** Raw data follows **
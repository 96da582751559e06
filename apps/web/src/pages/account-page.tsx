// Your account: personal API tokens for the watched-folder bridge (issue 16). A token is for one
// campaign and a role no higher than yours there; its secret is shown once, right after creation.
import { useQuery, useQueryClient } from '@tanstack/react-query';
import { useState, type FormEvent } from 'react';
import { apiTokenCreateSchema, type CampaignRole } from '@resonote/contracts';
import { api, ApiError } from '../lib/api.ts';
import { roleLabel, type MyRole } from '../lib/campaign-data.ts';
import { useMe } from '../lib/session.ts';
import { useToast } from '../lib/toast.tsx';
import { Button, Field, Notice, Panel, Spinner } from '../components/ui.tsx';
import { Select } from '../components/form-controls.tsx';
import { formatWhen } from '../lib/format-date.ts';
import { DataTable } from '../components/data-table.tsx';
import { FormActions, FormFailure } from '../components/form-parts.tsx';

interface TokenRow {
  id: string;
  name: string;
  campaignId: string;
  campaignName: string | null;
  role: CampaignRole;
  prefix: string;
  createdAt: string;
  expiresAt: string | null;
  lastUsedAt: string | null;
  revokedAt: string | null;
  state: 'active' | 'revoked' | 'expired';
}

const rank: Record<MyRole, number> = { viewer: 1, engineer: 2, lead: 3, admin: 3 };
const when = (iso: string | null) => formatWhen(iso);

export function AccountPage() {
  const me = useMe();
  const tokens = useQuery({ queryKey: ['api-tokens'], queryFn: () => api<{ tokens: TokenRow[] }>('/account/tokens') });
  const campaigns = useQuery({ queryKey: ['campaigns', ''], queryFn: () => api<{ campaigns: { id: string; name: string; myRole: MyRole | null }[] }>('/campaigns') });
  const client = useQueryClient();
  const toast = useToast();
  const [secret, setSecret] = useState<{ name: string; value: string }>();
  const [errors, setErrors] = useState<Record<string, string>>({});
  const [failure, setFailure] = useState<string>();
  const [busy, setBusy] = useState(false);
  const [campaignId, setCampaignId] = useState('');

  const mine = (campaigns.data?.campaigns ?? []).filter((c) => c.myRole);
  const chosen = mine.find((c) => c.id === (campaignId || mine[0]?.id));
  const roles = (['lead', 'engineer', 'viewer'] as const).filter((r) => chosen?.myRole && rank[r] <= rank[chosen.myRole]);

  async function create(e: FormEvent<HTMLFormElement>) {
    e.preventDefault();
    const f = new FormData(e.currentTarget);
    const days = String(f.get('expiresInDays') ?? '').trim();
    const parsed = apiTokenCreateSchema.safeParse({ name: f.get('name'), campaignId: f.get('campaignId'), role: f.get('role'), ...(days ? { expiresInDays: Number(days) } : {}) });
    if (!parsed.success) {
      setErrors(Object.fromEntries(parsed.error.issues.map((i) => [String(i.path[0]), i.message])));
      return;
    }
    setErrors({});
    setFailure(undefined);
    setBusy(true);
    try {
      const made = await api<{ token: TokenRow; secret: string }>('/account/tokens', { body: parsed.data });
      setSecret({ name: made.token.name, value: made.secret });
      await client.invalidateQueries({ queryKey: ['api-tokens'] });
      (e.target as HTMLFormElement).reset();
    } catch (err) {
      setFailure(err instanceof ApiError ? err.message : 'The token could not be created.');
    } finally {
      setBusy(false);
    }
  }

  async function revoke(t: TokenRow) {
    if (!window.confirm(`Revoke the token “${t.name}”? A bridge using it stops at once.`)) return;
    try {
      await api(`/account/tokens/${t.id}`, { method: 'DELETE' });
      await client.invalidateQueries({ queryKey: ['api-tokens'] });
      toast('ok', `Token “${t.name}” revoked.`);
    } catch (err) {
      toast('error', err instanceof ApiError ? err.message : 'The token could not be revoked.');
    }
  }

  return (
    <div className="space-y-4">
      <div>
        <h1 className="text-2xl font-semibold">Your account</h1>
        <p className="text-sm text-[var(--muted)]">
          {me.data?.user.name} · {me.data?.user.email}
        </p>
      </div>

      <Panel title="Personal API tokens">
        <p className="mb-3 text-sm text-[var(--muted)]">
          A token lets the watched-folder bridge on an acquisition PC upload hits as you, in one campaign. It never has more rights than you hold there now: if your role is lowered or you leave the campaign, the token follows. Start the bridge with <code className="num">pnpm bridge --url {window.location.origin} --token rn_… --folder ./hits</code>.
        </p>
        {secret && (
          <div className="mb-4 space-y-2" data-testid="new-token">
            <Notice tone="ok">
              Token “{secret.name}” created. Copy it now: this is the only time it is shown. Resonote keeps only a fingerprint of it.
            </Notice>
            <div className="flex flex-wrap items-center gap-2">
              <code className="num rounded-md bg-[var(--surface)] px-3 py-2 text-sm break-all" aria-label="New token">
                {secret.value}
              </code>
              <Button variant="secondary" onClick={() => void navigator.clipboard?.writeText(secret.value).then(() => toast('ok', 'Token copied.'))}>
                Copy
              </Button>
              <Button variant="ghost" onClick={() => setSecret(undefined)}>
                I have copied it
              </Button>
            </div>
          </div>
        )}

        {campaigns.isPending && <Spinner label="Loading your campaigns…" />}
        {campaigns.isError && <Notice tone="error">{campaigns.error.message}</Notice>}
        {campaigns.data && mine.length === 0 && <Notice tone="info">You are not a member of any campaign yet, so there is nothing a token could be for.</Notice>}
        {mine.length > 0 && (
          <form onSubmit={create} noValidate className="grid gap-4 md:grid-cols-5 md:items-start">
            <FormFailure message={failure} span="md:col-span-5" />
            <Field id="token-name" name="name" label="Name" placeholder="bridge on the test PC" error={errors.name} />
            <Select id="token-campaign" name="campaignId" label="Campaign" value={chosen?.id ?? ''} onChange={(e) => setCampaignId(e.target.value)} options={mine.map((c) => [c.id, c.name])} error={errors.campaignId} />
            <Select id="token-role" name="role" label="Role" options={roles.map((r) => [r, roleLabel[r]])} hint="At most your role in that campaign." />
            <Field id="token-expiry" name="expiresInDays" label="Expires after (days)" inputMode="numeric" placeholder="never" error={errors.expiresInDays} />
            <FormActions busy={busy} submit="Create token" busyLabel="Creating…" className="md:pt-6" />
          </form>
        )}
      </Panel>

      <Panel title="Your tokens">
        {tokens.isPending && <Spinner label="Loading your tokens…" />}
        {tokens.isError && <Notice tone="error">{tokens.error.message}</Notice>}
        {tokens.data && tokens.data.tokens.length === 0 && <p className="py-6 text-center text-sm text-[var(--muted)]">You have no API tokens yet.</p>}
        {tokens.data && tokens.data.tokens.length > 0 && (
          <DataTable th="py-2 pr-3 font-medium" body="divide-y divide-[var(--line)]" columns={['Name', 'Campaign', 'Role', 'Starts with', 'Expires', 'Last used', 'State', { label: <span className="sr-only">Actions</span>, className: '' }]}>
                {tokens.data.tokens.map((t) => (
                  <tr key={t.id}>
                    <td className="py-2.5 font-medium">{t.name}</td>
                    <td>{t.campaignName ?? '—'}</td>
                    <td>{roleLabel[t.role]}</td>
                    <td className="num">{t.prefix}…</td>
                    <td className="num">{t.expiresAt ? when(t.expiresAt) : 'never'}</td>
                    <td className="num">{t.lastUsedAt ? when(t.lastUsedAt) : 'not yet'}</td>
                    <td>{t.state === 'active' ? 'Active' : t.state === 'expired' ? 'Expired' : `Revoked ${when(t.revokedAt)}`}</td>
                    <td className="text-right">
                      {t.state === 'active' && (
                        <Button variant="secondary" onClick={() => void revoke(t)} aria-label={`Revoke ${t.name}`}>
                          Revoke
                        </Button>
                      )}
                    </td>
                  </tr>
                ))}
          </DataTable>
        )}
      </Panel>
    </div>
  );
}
** End of Raw data **
→ Exercise prompt
Look through the entries for lines containing the word "async" and return each one.

→ Result of the task
  async function create(e: FormEvent<HTMLFormElement>) {
  async function revoke(t: TokenRow) {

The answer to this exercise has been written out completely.